Gregg Wallace Interview

 A feature from the January 2018 issue of Suffolk Norfolk Life magazine
Suffolk Norfolk Life January 2018” width=Click to view this issue »
Category
People
Stephanie Mackentyre meets Grocer turned MasterChef presenter Gregg Wallace

This month I caught up with Gregg Wallace as he sat in the living room of his five- bedroomed farmhouse. He purchased the mansion in Kent with a one-million-pound price tag in 2017. “I’m sitting here with my French bull dog Bella waiting for my son Tom to arrive as we’re off for a pub lunch together.” Gregg is often asked ‘How did you get such a plumb job on the nation’s favourite cookery show when you’re not even a chef?’ “I owned George Allen’s Greengrocers, a company I built up from when I was only 24 years of age. I was asked to co-host BBC Radio 4’s Veg Talk with Charlie Hicks and once you are inside the BBC you get invited to do little cameo pieces for other shows.”

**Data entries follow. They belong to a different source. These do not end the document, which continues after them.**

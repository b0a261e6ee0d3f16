/**
 * Every fault the library can report, by its stable code. A code never changes its meaning; the
 * text is the one-line summary the documentation prints beside it.
 */
export const errorCodes = {
  'quantity-text': 'a value could not be read as a number with a unit',
  'quantity-unit': 'a value carries another unit than the place asks for',
  'value-range': 'a value lies outside what the place allows',
  'value-kind': 'a value has the wrong form: text, number or choice',
  dimension: 'an equation adds, compares or bends quantities that do not fit',
  declaration: 'the declaration of a block kind contradicts itself',
  'unknown-block': 'a name stands for no block of the patch',
  'unknown-port': 'a name stands for no port of its block',
  'unknown-parameter': 'a key is no parameter of its kind',
  'wire-family': 'a wire joins ports that cannot be joined',
  'wire-fan-in': 'a voltage input has more than one driver',
  'wire-fan-out': 'a current output feeds more than one input',
  'wire-resistor': 'a wire lacks the resistor it needs, or has one where none can be',
  'input-missing': 'an input that must be wired is not',
  loop: 'blocks feed each other in a ring',
  'no-solution': 'an equation could not be solved',
  'event-storm': 'too many events fell on one instant',
  'not-finite': 'a sample became infinite or undefined',
  aborted: 'the run was stopped from outside',
  'patch-faults': 'a patch has several faults at once',
  'record-short': 'a record is too short for the measurement',
  'record-invalid': 'a record cannot be measured as asked',
  'wave-format': 'a sound file cannot be written or read as asked',
  'file-system': 'a file cannot be read or written',
} as const;

/** Stable code of a fault, one of {@link errorCodes}. */
export type ErrorCode = keyof typeof errorCodes;

/** What a fault may carry beside its message. */
export interface ErrorDetails {
  /** The place: `block.port`, `block.parameter`, an option's name. */
  readonly where?: string | undefined;
  /** The faults gathered, where one error stands for several. */
  readonly faults?: readonly TailpairError[];
}

/**
 * The one error class. The message names the place, the value with its unit, what is allowed and
 * the cure, without a full stop; `code` is stable and documented.
 */
export class TailpairError extends Error {
  override readonly name = 'TailpairError';
  readonly code: ErrorCode;
  /** The place of the fault, where there is one. */
  readonly where: string | undefined;
  /** The single faults, where the error gathers several; otherwise empty. */
  readonly faults: readonly TailpairError[];

  constructor(code: ErrorCode, message: string, details: ErrorDetails = {}) {
    super(details.where === undefined ? message : `${details.where}: ${message}`);
    this.code = code;
    this.where = details.where;
    this.faults = details.faults ?? [];
  }
}
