import { expect, test, type Page } from '@playwright/test';
import { startFleet, type RunningFleet } from '../../simulators/mqtt-fleet.ts';
import { startDesk, type Desk } from '../support/desk.ts';

let desk: Desk;
let fleet: RunningFleet | undefined;

test.beforeAll(async () => {
	desk = await startDesk();
});

test.afterEach(async () => {
	await fleet?.stop();
	fleet = undefined;
});

test.afterAll(async () => {
	await desk?.stop();
});

async function signIn(page: Page, role: string): Promise<void> {
	await page.goto(`${desk.url}/sign-in`);
	await page.getByLabel(/mail/i).fill(`${role}@example.org`);
	await page.getByLabel(/password/i).fill(desk.password);
	await page.getByRole('button', { name: /sign in/i }).click();
	await page.waitForURL(/\/floors\/saltmarsh-ground/);
}

const slips = (page: Page) => page.getByRole('region', { name: /alarms/i }).getByRole('article');

test('an operator sees a robot get stuck in a crowd, opens its pin, acknowledges, and finds it so after a reload', async ({
	page
}) => {
	const violations: string[] = [];
	page.on('console', (message) => {
		if (/content security policy/i.test(message.text())) violations.push(message.text());
	});
	await signIn(page, 'operator');
	await expect(page.getByText(/live \d/)).toBeVisible();

	fleet = startFleet({
		scenario: 'stuck',
		robots: 1,
		seed: 7,
		url: desk.mqttUrl,
		credentials: desk.credentials
	});
	await fleet.ready;
	const slip = slips(page).first();
	await expect(slip).toBeVisible({ timeout: 60_000 });
	const shownAt = Date.now();
	const truth = fleet.truth.halts.find(({ kind }) => kind === 'freeze');
	expect(truth, 'the robot is stuck in truth').toBeDefined();
	// A fact of the job, not of this machine's speed: the slip is there within 10 s of the true onset.
	expect(shownAt - fleet.wallTime(truth!.onset)).toBeLessThan(10_000);

	await expect(slip).toContainText(/Foyer/);
	await expect(slip).toContainText('Send someone');
	await page
		.getByRole('button', { name: /incident|halt/i })
		.first()
		.click();
	await expect(page.getByText(/room alone/i).first()).toBeVisible();

	await slip.getByRole('button', { name: 'Acknowledge' }).click();
	await expect(slip).toContainText(/Acknowledged by Control room/);

	await page.reload();
	await expect(slips(page).first()).toContainText(/Acknowledged by Control room.*\d\d:\d\d/s);
	expect(violations).toEqual([]);
});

In 2002 he found himself making the leap into telly with Saturday Kitchen. “Any food stories which came up like The Money Programme talking about the price of Brussels sprouts they’d call me and I found I really liked doing it. Then one day it was a call to say, ‘We want to discuss a Saturday morning food show with you.’ If you think about it, everybody on telly, unless they are an actor or a newsreader, is there by accident.” Gregg puts his longevity down to his accent. “I’m very fortunate in that I knew about food but I’m not posh. That also explains a lot about Jamie [Oliver]. There are plenty more non-posh people in Britain than there are posh and there weren’t any accents at the BBC like mine in the beginning.” He also credits Radio 4 Executive Producer Dixi Stewart. “She gave me some very sound advice. She said, ‘I don’t want you to change but I don’t want you to play up to the cheeky chappy greengrocer they expect you to be either.’

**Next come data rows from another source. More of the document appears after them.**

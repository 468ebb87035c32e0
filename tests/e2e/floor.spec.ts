import { expect, test, type Page } from '@playwright/test';
import { startFleet, type RunningFleet } from '../../simulators/mqtt-fleet.ts';
import { startDesk, type Desk } from '../support/desk.ts';

/** The Floor page as its users meet it: plan, table, keyboard, phone. */

let desk: Desk;
let fleet: RunningFleet;

test.beforeAll(async () => {
	desk = await startDesk();
	fleet = startFleet({
		scenario: 'quiet-morning',
		robots: 6,
		seed: 3,
		url: desk.mqttUrl,
		credentials: desk.credentials
	});
	await fleet.ready;
});

test.afterAll(async () => {
	await fleet?.stop();
	await desk?.stop();
});

async function signIn(page: Page, role = 'operator'): Promise<void> {
	await page.goto(`${desk.url}/sign-in`);
	await page.getByLabel(/mail/i).fill(`${role}@example.org`);
	await page.getByLabel(/password/i).fill(desk.password);
	await page.getByRole('button', { name: /sign in/i }).click();
	await page.waitForURL(/\/floors\//);
	await expect(page.locator('[data-freshness=live]')).toBeVisible();
}

const robotTable = (page: Page) => page.getByRole('table', { name: 'Robots' });

test('the table says in words what the plan draws, and selecting there selects everywhere', async ({ page }) => {
	await signIn(page);
	await page.getByRole('button', { name: 'Plan and table' }).click();
	const rows = robotTable(page).locator('tbody tr');
	await expect(rows.first()).toBeVisible();
	await expect(robotTable(page)).toContainText(/working|idle|waiting|charging/);

	const select = rows.first().getByRole('button');
	const mark = await select.innerText();
	await select.click();
	await expect(page).toHaveURL(/select=robot:/);
	await expect(page.getByRole('article', { name: new RegExp(`^Robot ${mark}`) })).toBeVisible();
	await expect(select).toHaveAttribute('aria-pressed', 'true');

	await page.reload();
	await expect(page.getByRole('article', { name: new RegExp(`^Robot ${mark}`) })).toBeVisible();
});

test('a table sorts by any column and says which', async ({ page }) => {
	await signIn(page);
	await page.getByRole('button', { name: 'Table', exact: true }).click();
	const battery = robotTable(page).getByRole('columnheader', { name: /^Battery/ });
	await battery.getByRole('button').click();
	await expect(battery).toHaveAttribute('aria-sort', 'ascending');
	await battery.getByRole('button').click();
	await expect(battery).toHaveAttribute('aria-sort', 'descending');
});

test('the plan is worked by keys alone', async ({ page }) => {
	await signIn(page);
	const plan = page.getByRole('application', { name: /^Plan of/ });
	await page.getByRole('button', { name: 'Table', exact: true }).focus();
	await page.keyboard.press('Tab');
	await expect(plan).toBeFocused();
	await expect(page.getByText(/Arrow keys move the plan/)).toBeVisible();
	const scale = page.getByText(/^\d+(\.\d+)? m$/).first();
	const before = await scale.innerText();
	for (let i = 0; i < 6; i++) await page.keyboard.press('+');
	await expect(scale).not.toHaveText(before);
	await page.keyboard.press('Home');
	await expect(scale).toHaveText(before);
	await page.keyboard.press('PageDown');
	await expect(page.getByRole('article', { name: /^Robot/ })).toBeVisible();
	await page.keyboard.press('Escape');
	await expect(page.getByRole('article', { name: /^Robot/ })).toHaveCount(0);
});

test('a lost connection is named with the time last seen, and comes back by itself', async ({ page }) => {
	await signIn(page);
	const again = desk.restart();
	await expect(page.locator('[data-freshness=none]')).toContainText(/no connection, last seen \d\d:\d\d:\d\d/);
	await again;
	await expect(page.locator('[data-freshness=live]')).toBeVisible({ timeout: 60_000 });
});

test('a wall screen reads and has nothing to press', async ({ page }) => {
	await signIn(page, 'display');
	await expect(page.getByRole('button', { name: /^Acknowledge/ })).toHaveCount(0);
});

test('on a phone nothing is wider than the screen, and the alarms open from below', async ({ page }) => {
	await page.setViewportSize({ width: 390, height: 844 });
	await signIn(page);
	expect(await page.evaluate(() => document.documentElement.scrollWidth)).toBeLessThanOrEqual(390);
	await page.getByRole('button', { name: /alarms?.*More/i }).click();
	await expect(page.getByRole('region', { name: 'Alarms' })).toBeVisible();
});

test('no part of the page offends the content security policy or writes an error', async ({ page }) => {
	const said: string[] = [];
	page.on('console', (message) => {
		if (message.type() === 'error') said.push(message.text());
	});
	page.on('pageerror', (error) => said.push(error.message));
	await signIn(page);
	for (const place of ['Alarms', 'Incidents', 'Health', 'Floor']) {
		await page.getByRole('navigation', { name: 'Pages' }).getByRole('link', { name: place }).click();
		await expect(page.getByRole('heading', { level: 1 })).toBeAttached();
	}
	await page.emulateMedia({ colorScheme: 'dark' });
	expect(said).toEqual([]);
});

test('a filter of incidents lives in the address', async ({ page }) => {
	await signIn(page);
	await page.goto(`${desk.url}/incidents`);
	await page.getByLabel('Verdict').selectOption('packed');
	await expect(page).toHaveURL(/verdict=packed/);
	const verdicts = page.locator('tbody tr td:nth-child(4)');
	await expect(verdicts.first()).toHaveText('packed');
	await page.reload();
	await expect(page.getByLabel('Verdict')).toHaveValue('packed');
	expect(new Set(await verdicts.allInnerTexts())).toEqual(new Set(['packed']));
});

test('a token made on the account page opens the interface, and no longer once withdrawn', async ({
	page,
	request
}) => {
	await signIn(page);
	await page.goto(`${desk.url}/account`);
	await page.getByLabel('What for').fill('wall clock');
	await page.getByRole('button', { name: 'Make a token' }).click();
	const token = await page.getByText(/^elbowroom_/).innerText();
	const robots = () =>
		request
			.get(`${desk.url}/api/v1/robots`, { headers: { authorization: `Bearer ${token}` } })
			.then((answer) => answer.status());
	expect(await robots()).toBe(200);
	await page.getByRole('button', { name: 'Withdraw wall clock' }).click();
	await expect(page.getByText('You have none.')).toBeVisible();
	expect(await robots()).toBe(401);
});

Gregg is a self-confessed workaholic. He began his early career working at Covent Garden as a warehouseman and by the time he was just 24 he was running his own fruit and vegetable company. Not bad for someone who left school with no qualifications. “I was thrown out of school so I did what you did then: I looked in the paper for a job and found the one at Covent Garden and I absolutely loved it. It paid better than any other job I’d done.” Luckily he didn’t mind early starts. “I used to start at about 4am. However, once I ran my own business, which was a sizeable company [£7.5 million turnover] running 24 hours a day, I had to start work at every conceivable time of the day. Meal patterns went out of the window. I could easily finish my whole day’s work when everyone was just having their breakfast!” This could lead to people getting a warped impression of Gregg, he told me. “People would see you having a pint of beer at 10am and think you’re an alcoholic. What they don’t realise is you’ve just finished a 10-hour shift!”

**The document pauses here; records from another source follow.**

namespace System.Runtime.CompilerServices
{
    /// <summary>Lets records compile on netstandard2.0, which lacks this marker.</summary>
    static class IsExternalInit;

    /// <summary>Lets required members compile on netstandard2.0.</summary>
    [AttributeUsage(AttributeTargets.All)]
    sealed class RequiredMemberAttribute : Attribute;

    /// <summary>Lets required members compile on netstandard2.0.</summary>
    [AttributeUsage(AttributeTargets.All)]
    sealed class CompilerFeatureRequiredAttribute : Attribute
    {
        public CompilerFeatureRequiredAttribute(string featureName) => FeatureName = featureName;

        public string FeatureName { get; }
    }
}

namespace System.Diagnostics.CodeAnalysis
{
    /// <summary>Lets records with required members be copied on netstandard2.0.</summary>
    [AttributeUsage(AttributeTargets.All)]
    sealed class SetsRequiredMembersAttribute : Attribute;
}
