
namespace Assize.Bounds.Tests.Assessment;

public class MeanAssessmentTests
{
    static readonly double[] Die = [.. Enumerable.Repeat(1 / 6.0, 6)];

    // Every rim from 2.5 to 4.5 in twentieths, rims on attainable averages among them, passing or not.
    [Fact]
    public void The_mean_of_a_die_is_assessed_exactly()
    {
        int cases = 0;
        foreach (int trials in (int[])[2, 7, 20, 60])
        {
            double[] sums = Enumerated.Sum(Die, trials);
            for (int a = 50; a <= 70; a++)
            {
                for (int b = 70; b <= 90; b++)
                {
                    foreach (bool passes in (bool[])[true, false])
                    {
                        double low = a / 20.0, high = b / 20.0;
                        var assessment = new MeanAssessment(Law.WholeNumbers(1, 6), trials, new Band(low, high, passes, passes));
                        // In whole numbers: 20·sum against trials·a.
                        double red = Enumerated.Where(sums, i => 20 * (i + trials) is var total
                            && (total < trials * a || total > trials * b || (!passes && (total == trials * a || total == trials * b))));
                        Enumerated.Contains(assessment.FalseFailure, red, $"{trials} dice in {low}..{high} {passes}");
                        Assert.True(assessment.FalseFailure.Upper - assessment.FalseFailure.Lower <= 1e-9 * red + 1e-15);
                        cases++;
                    }
                }
            }
        }

        Assert.True(cases > 3_000, $"{cases} cases");
    }

    // The gamma and normal distributions of MathNet.Numerics share no code with this one.
    [Theory]
    [InlineData(50, 0.3)]
    [InlineData(1000, 0.05)]
    [InlineData(100_000, 0.01)]
    public void Exponential_and_normal_means_are_assessed_exactly(long trials, double half)
    {
        var gamma = new MathNet.Numerics.Distributions.Gamma(trials, trials);
        double red = gamma.CumulativeDistribution(1 - half) + 1 - gamma.CumulativeDistribution(1 + half);
        var exponential = new MeanAssessment(Law.Exponential(1), trials, new Band(1 - half, 1 + half));
        Assert.Equal(1, exponential.FalseFailure.Upper / red, 1e-7);

        var normal = new MeanAssessment(Law.Normal(3, 2), trials, new Band(3 - half, 3 + half));
        double tails = 2 * MathNet.Numerics.Distributions.Normal.CDF(0, 1, -half / 2 * Math.Sqrt(trials));
        Assert.Equal(1, normal.FalseFailure.Upper / tails, 1e-7);
    }

    // The sum of three uniform draws has the cubic distribution x³/6 up to 1.
    [Theory]
    [InlineData(0.2)]
    [InlineData(0.5)]
    [InlineData(0.9)]
    public void Uniform_means_are_enclosed(double total)
    {
        var assessment = new SumAssessment(Law.Uniform(0, 1), 3, new Band(total, null));

        Enumerated.Contains(assessment.FalseFailure, total * total * total / 6, $"three uniform draws below {total}");
        Assert.Equal("tilted Berry–Esseen", assessment.Theorem);
    }

    // On two points the average is a count: exact binomials in whole numbers, for every law that the facts allow.
    [Fact]
    public void Facts_bound_every_law_on_two_points_from_above()
    {
        int cases = 0;
        foreach (int trials in (int[])[20, 100, 400])
        {
            foreach (double half in (double[])[0.05, 0.1, 0.2])
            {
                foreach (double rate in (double[])[0.125, 0.25, 0.5, 0.75])
                {
                    foreach (double? deviation in (double?[])[null, 0.25])
                    {
                        // Mean 0.5 with this rate of the high value, as wide as the range or the deviation allow.
                        double spread = Math.Min(deviation ?? 1, 0.5 * Math.Min(Math.Sqrt(rate / (1 - rate)), Math.Sqrt((1 - rate) / rate)));
                        double low = 0.5 - spread * Math.Sqrt(rate / (1 - rate)), high = 0.5 + spread * Math.Sqrt((1 - rate) / rate);
                        var assessment = new MeanAssessment(0, 1, deviation, 0.5, trials, new Band(0.5 - half, 0.5 + half));
                        bool Green(long count) => Math.Abs(low + (high - low) * count / trials - 0.5) <= half;
                        long first = 0, last = trials;
                        while (!Green(first))
                            first++;
                        while (!Green(last))
                            last--;
                        Assert.True(new ExactBinomial(trials, rate).CompareOutside(first, last, assessment.FalseFailure.Upper) <= 0, $"{trials} {half} {rate} {deviation}");
                        Assert.Equal(0, assessment.FalseFailure.Lower);
                        cases++;
                    }
                }
            }
        }

        Assert.Equal(72, cases);
        Assert.True(new MeanAssessment(0, 1, 0.1, 0.5, 400, new Band(0.45, 0.55)).FalseFailure.Upper
            < new MeanAssessment(0, 1, null, 0.5, 400, new Band(0.45, 0.55)).FalseFailure.Upper / 100);
    }

    [Fact]
    public void Trials_needed_are_enough_from_there_on_and_not_far_too_many()
    {
        var assessment = new MeanAssessment(Law.WholeNumbers(1, 6), 100, new Band(3.4, 3.6));
        long needed = assessment.TrialsNeeded(1e-3)!.Value;

        for (long trials = needed; trials < needed + 40; trials++)
            Assert.True(new MeanAssessment(Law.WholeNumbers(1, 6), trials, new Band(3.4, 3.6)).FalseFailure.Upper <= 1e-3);
        Assert.True(new MeanAssessment(Law.WholeNumbers(1, 6), (long)(0.9 * needed), new Band(3.4, 3.6)).FalseFailure.Lower > 1e-3);
        Assert.Null(new MeanAssessment(Law.WholeNumbers(1, 6), 100, new Band(3.5, 3.6)).TrialsNeeded(1e-3));
        Assert.InRange(new MeanAssessment(0, 1, null, 0.5, 100, new Band(0.49, 0.51)).TrialsNeeded(1e-6)!.Value, 64_000, 72_545);
    }

    [Fact]
    public void The_defect_caught_is_caught_and_a_smaller_one_is_not()
    {
        var law = Law.WholeNumbers(1, 6);
        double caught = new MeanAssessment(law, 60, new Band(2.5, 4.1)).SmallestDefectCaught(0.99)!.Value;
        double[] sums = Enumerated.Sum(Die, 60);
        double Green(double shift) => Enumerated.Where(sums, i => (i + 60) / 60.0 + shift is >= 2.5 and <= 4.1);

        Assert.True(caught > 0);
        Assert.True(Green(caught + 1e-9) <= 0.01);
        Assert.True(Green(caught - 0.02) > 0.01);
    }

    [Fact]
    public void The_tolerance_affordable_is_kept()
    {
        double half = new MeanAssessment(Law.Exponential(2), 500, new Band(1.9, 2.1)).ToleranceAffordable(1e-4)!.Value;

        Assert.InRange(new MeanAssessment(Law.Exponential(2), 500, new Band(2 - half, 2 + half)).FalseFailure.Upper, 0.99e-4, 1e-4 * (1 + 1e-6));
    }

    [Fact]
    public void What_means_nothing_is_refused()
    {
        Assert.ThrowsAny<ArgumentException>(() => new MeanAssessment(Law.WholeNumbers(1, 6), 0, new Band(3, 4)));
        Assert.ThrowsAny<ArgumentException>(() => new MeanAssessment(0, 1, null, 2, 10, new Band(0, 1)));
        Assert.ThrowsAny<ArgumentException>(() => new MeanAssessment(1, 0, null, 0.5, 10, new Band(0, 1)));
        Assert.Throws<ArgumentOutOfRangeException>(() => new MeanAssessment(0, 1, null, 0.5, 10, new Band(0, 1)).TrialsNeeded(double.NaN));
    }
}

He’s just launched a brand new stage tour which is coming to Ipswich Corn Exchange this month. “I’ve only picked four dates to see if it works so it’s very much an experiment. We’re going to discuss how I started working, from greengrocer to being on the telly. I’m also going to answer all of the questions I get asked all of the time which are: When is MasterChef on? Does the food go cold? Is it not fair for the 6th person in the queue? Are you not full up by the time you taste their dish? And also How are you a judge on MasterChef when you’re not a chef?” The interactive show will also look at the food we eat today and the way we like to eat, with a nod to Gregg’s other TV appearances on Eat Well for Less and Inside the Factory. There will be audience members invited up on stage to take part in blind tastings of frozen, fresh and organic vegetables and also different priced wines to see which the members of the audience prefer.